Bild: Deutsche Ausgabe der Broschüre «Solidarische Netzwerke - Ein Leitfaden».
Mit dem Verweis auf angebliche „Integration“ wird von Regierungs- und Kapitalseite weiter versucht werden die Löhne zu senken und der Druck auf die Belegschaften weiter zu steigern. Menschen werden Wohnungen und Unterkünfte zugeteilt - dagegen entstehen rassistische Mobilisierungen. Tägliche sexualisierte Gewalt gegen Frauen wird nur dann kritisiert, wenn angeblich oder tatsächlich, männliche, nicht-weisse Geflüchtete oder Migranten die Täter sind. Die Reaktion von bürgerlicher und rechter Seite ist in der Regel der rassistische „Kampf der Kulturen“. Die Liste solcher Verrücktheiten liesse sich beliebig verlängern.

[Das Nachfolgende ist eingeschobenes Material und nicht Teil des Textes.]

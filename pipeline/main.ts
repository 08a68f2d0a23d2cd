// The command line: parses, calls one stage, prints. Exit codes and streams: see the README.
import { Command, CommanderError, InvalidArgumentError, Option } from "commander";
import config from "../deno.json" with { type: "json" };
import { InputError, LedgerError } from "../shared/errors.ts";
import type { Format } from "./console/mod.ts";

/** What a command's action hands back: its exit code. */
type Exit = 0 | 1 | 3;

const program = new Command("wavelot")
  .description(
    "Follows a wafer of nonlinear waveguides from fabrication records to what each chip will do as a light source.",
  )
  .version(config.version)
  .showHelpAfterError("(--help shows the calls)")
  .configureOutput({ writeErr: (text) => Deno.stderr.writeSync(new TextEncoder().encode(text)) })
  .exitOverride();

const ledgerOption = () => new Option("--ledger <dir>", "the ledger's folder").default("./ledger");
const platformsOption = () => new Option("--platforms <dir>", "a folder of your own platform files");
const requestsOption = () =>
  new Option("--requests <dir>", "the folder of request files (default: ./requests, then the examples)");
const formatOption = () =>
  new Option("--format <format>", "how to print").choices(["table", "csv", "json"]).default("table");
/** Of commands that write a page: `table` stands for the page itself. */
const pageFormatOption = (choices: string) =>
  new Option("--format <format>", `${choices}: print the content in place of a page`)
    .choices(["table", "csv", "json"]).default("table", "the page of --out");
const workersOption = () =>
  new Option("--workers <n>", "threads to compute on (default: all cores)").argParser(wholeNumber(1));

function wholeNumber(least: number): (text: string) => number {
  return (text) => {
    const n = Number(text);
    if (!Number.isSafeInteger(n) || n < least) {
      throw new InvalidArgumentError(`need a whole number of ${least} or more`);
    }
    return n;
  };
}
function anyNumber(text: string): number {
  const n = Number(text);
  if (text.trim() === "" || !Number.isFinite(n)) throw new InvalidArgumentError("need a number");
  return n;
}
function positiveNumber(text: string): number {
  const n = anyNumber(text);
  if (!(n > 0)) throw new InvalidArgumentError("need a number above 0");
  return n;
}
const collect = (text: string, before: string[]) => [...before, text];

function command(name: string, description: string, example: string): Command {
  return program.command(name).description(description).addHelpText(
    "after",
    `\nExample:\n  wavelot ${example}`,
  );
}

let exit: Exit = 0;
/** An action: its options are the last but one argument. */
const run = <A extends unknown[]>(action: (...args: A) => Promise<Exit>) => async (...args: A) => {
  exit = await action(...args);
};

interface Common {
  readonly ledger: string;
  readonly platforms?: string;
  readonly requests?: string;
  readonly format: Format;
  readonly workers?: number;
}

interface SensitivityOptions {
  readonly process?: string;
  readonly wavelength?: string;
  readonly width?: number;
  readonly temperature?: number;
  readonly lot?: string;
}

command("ingest", "take the records of a run folder into the ledger", "ingest runs/K07 --ledger ledger")
  .argument("<run-folder>", "a folder with lot.json, guides.csv and readings/")
  .addOption(ledgerOption()).addOption(platformsOption()).addOption(formatOption())
  .action(run(async (folder: string, options: Common) => {
    const { ingestCommand } = await import("./commands/ingest.ts");
    return await ingestCommand(folder, options);
  }));

command("predict", "compute the figures of every guide for every request", "predict K07 --requests requests")
  .argument("[lot]", "one lot (default: every lot of the ledger)")
  .addOption(ledgerOption()).addOption(platformsOption()).addOption(requestsOption()).addOption(
    workersOption(),
  )
  .addOption(formatOption())
  .action(run(async (lot: string | undefined, options: Common) => {
    const { predictCommand } = await import("./commands/predict.ts");
    return await predictCommand(lot, options);
  }));

command(
  "rank",
  "order the dies for a request, each with its best guide",
  "rank heralded-1582 --lot K07 --top 10",
)
  .argument("<request>", "a request's name, or the path of its file")
  .addOption(
    new Option("--lot <lot>", "only this lot; may repeat").argParser(collect).default([], "every lot"),
  )
  .option("--all-guides", "one line per guide, dies that can't be shipped included")
  .addOption(new Option("--top <n>", "the first n only").argParser(wholeNumber(1)))
  .option("--explain <die|guide>", "why one die or guide is decided as it is, and what would help")
  .addOption(ledgerOption()).addOption(platformsOption()).addOption(requestsOption()).addOption(
    workersOption(),
  )
  .addOption(formatOption())
  .action(
    run(async (
      request: string,
      options: Common & { lot: string[]; allGuides?: true; top?: number; explain?: string },
    ) => {
      const { rankCommand } = await import("./commands/rank.ts");
      return await rankCommand(request, options);
    }),
  );

command(
  "trace",
  "show what a figure rests on, down to file and line",
  "trace K07-1/05/g12 --figure heralding_signal",
)
  .argument("<die|guide>", "a full id, such as K07-1/05 or K07-1/05/g12")
  .requiredOption("--figure <name>", "the figure to trace")
  .option("--request <request>", "the request that the figure belongs to (needed when there are several)")
  .addOption(ledgerOption()).addOption(platformsOption()).addOption(requestsOption()).addOption(
    formatOption(),
  )
  .action(run(async (id: string, options: Common & { figure: string; request?: string }) => {
    const { traceCommand } = await import("./commands/trace.ts");
    return await traceCommand(id, options);
  }));

command(
  "sensitivity",
  "show what small errors of width, thickness and temperature do to a design",
  "sensitivity rb-ktp-zcut --process TE>TE+TM --wavelength 1582 --width 3",
)
  .argument("<platform|lot|request>", "a platform or a lot, or with --lot a request")
  .option("--process <process>", 'polarisations as pump>signal+idler, such as "TE>TE+TM"')
  .option("--wavelength <nm>", "of signal and idler; two with a comma where they differ")
  .option("--width <um>", "drawn width (default: every width of the lot)", positiveNumber)
  .option("--temperature <c>", "for a design without a period (default: 25 °C)", anyNumber)
  .option("--lot <lot>", "the lot whose designs a request is asked about")
  .addOption(ledgerOption()).addOption(platformsOption()).addOption(requestsOption()).addOption(
    workersOption(),
  )
  .addOption(formatOption())
  .action(run(async (subject: string, options: Common & SensitivityOptions) => {
    const { sensitivityCommand } = await import("./commands/sensitivity.ts");
    return await sensitivityCommand(subject, options);
  }));

command(
  "sql",
  "ask the ledger in SQL (read only)",
  'sql "SELECT die_id, count(*) FROM cutback GROUP BY die_id"',
)
  .argument("<query>", "one statement")
  .addOption(ledgerOption()).addOption(formatOption())
  .action(run(async (query: string, options: Common) => {
    const { sqlCommand } = await import("./commands/sql.ts");
    return await sqlCommand(query, options);
  }));

const requestOption = () =>
  new Option(
    "--request <request>",
    "only for this request, by name or path; may repeat",
  ).argParser(collect).default([], "those predicted that the lot can be tuned to");

const RULES_HELP = `
Your own rules (--rules FILE), as JSON:
  { "rules": [
    { "rule": "loss-high", "above_default_by_u": 4 },   changes fields of a built-in rule
    { "rule": "coating-unknown", "off": true },         silences one
    { "rule": "loss-limit", "kind": "trait_limit", "trait": "loss_db_cm",
      "at_most": 0.5, "confidence": 0.95, "severity": "watch" }   adds one
  ] }
The built-in ones are in pipeline/query/flag_rules.json; editors check a file by
shared/schemas/json/flag-rules.schema.json.`;

command("flag", "say what is out of line in a lot, and what may be behind it", "flag K07 --ledger ledger")
  .addHelpText("after", RULES_HELP)
  .argument("[lot]", "one lot (default: every lot of the ledger)")
  .addOption(requestOption())
  .option("--rules <file>", "your own rules, beside or in place of the built-in ones (see flag --help)")
  .addOption(ledgerOption()).addOption(platformsOption()).addOption(requestsOption()).addOption(
    workersOption(),
  )
  .addOption(formatOption())
  .action(run(async (lot: string | undefined, options: Common & { request: string[]; rules?: string }) => {
    const { flagCommand } = await import("./commands/flag.ts");
    return await flagCommand(lot, options);
  }));

command("review", "write the review of a lot as one page", "review K07 --out K07.html")
  .argument("<lot>", "the lot")
  .addOption(requestOption())
  .option("--rules <file>", "your own rules, beside or in place of the built-in ones (see flag --help)")
  .option("--out <file>", "the page to write (HTML, needs nothing else)")
  .addOption(ledgerOption()).addOption(platformsOption()).addOption(requestsOption()).addOption(
    workersOption(),
  )
  .addOption(pageFormatOption("json or csv"))
  .action(
    run(async (lot: string, options: Common & { request: string[]; rules?: string; out?: string }) => {
      const { reviewCommand } = await import("./commands/review.ts");
      return await reviewCommand(lot, options);
    }),
  );

command("sheet", "write the page that travels with a die", "sheet K07-1/05 --out K07-1-05.html")
  .argument("<die>", "a full die id, such as K07-1/05")
  .addOption(requestOption())
  .option("--out <file>", "the page to write (HTML, one page of A4)")
  .addOption(ledgerOption()).addOption(platformsOption()).addOption(requestsOption()).addOption(
    workersOption(),
  )
  .addOption(pageFormatOption("json"))
  .action(run(async (die: string, options: Common & { request: string[]; out?: string }) => {
    const { sheetCommand } = await import("./commands/sheet.ts");
    return await sheetCommand(die, options);
  }));

command("check", "verify every hash of the ledger", "check --ledger ledger")
  .addOption(ledgerOption()).addOption(formatOption())
  .action(run(async (options: Common) => {
    const { checkCommand } = await import("./commands/check.ts");
    return await checkCommand(options);
  }));

command(
  "demo",
  "make invented lots of a made-up facility and run the whole job on them",
  "demo --out demo-out",
)
  .addOption(
    new Option("--out <dir>", "where the invented run folders and their ledger go").default("demo-out"),
  )
  .addOption(workersOption())
  .action(run(async (options: { out: string; workers?: number }) => {
    const { demoCommand } = await import("./commands/demo.ts");
    return await demoCommand(options);
  }));

/** Runs the command line; the exit code is the answer. */
export async function main(args: readonly string[]): Promise<number> {
  try {
    await program.parseAsync([...args], { from: "user" });
    return exit;
  } catch (error) {
    if (error instanceof CommanderError) return error.exitCode === 0 ? 0 : 2;
    if (error instanceof InputError || error instanceof LedgerError) {
      console.error(`wavelot: ${error.message}`);
      return error.exitCode;
    }
    console.error("wavelot: an error of the program itself; please report it with what led to it");
    console.error(error);
    return 70; // EX_SOFTWARE of sysexits.h: none of the codes 0–3 would be true
  }
}

if (import.meta.main) Deno.exit(await main(Deno.args));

Für uns stellt sich die Frage: Werden diese Auseinandersetzungen alle auf das „Punktekonto“ der Rechten gehen, oder lässt sich eine linke Alternative nicht nur denken, sondern auch in die Praxis umsetzen?! Dafür braucht es die inhaltliche Debatte – aber auch das Handwerkszeug für die tägliche Arbeit – Letzteres wollen wir euch hier an die Hand geben. Wir sind zuversichtlich, dass ihr als Lesende viele Anregungen bekommen werdet. Wir freuen uns auf die kommenden Diskussionen mit euch!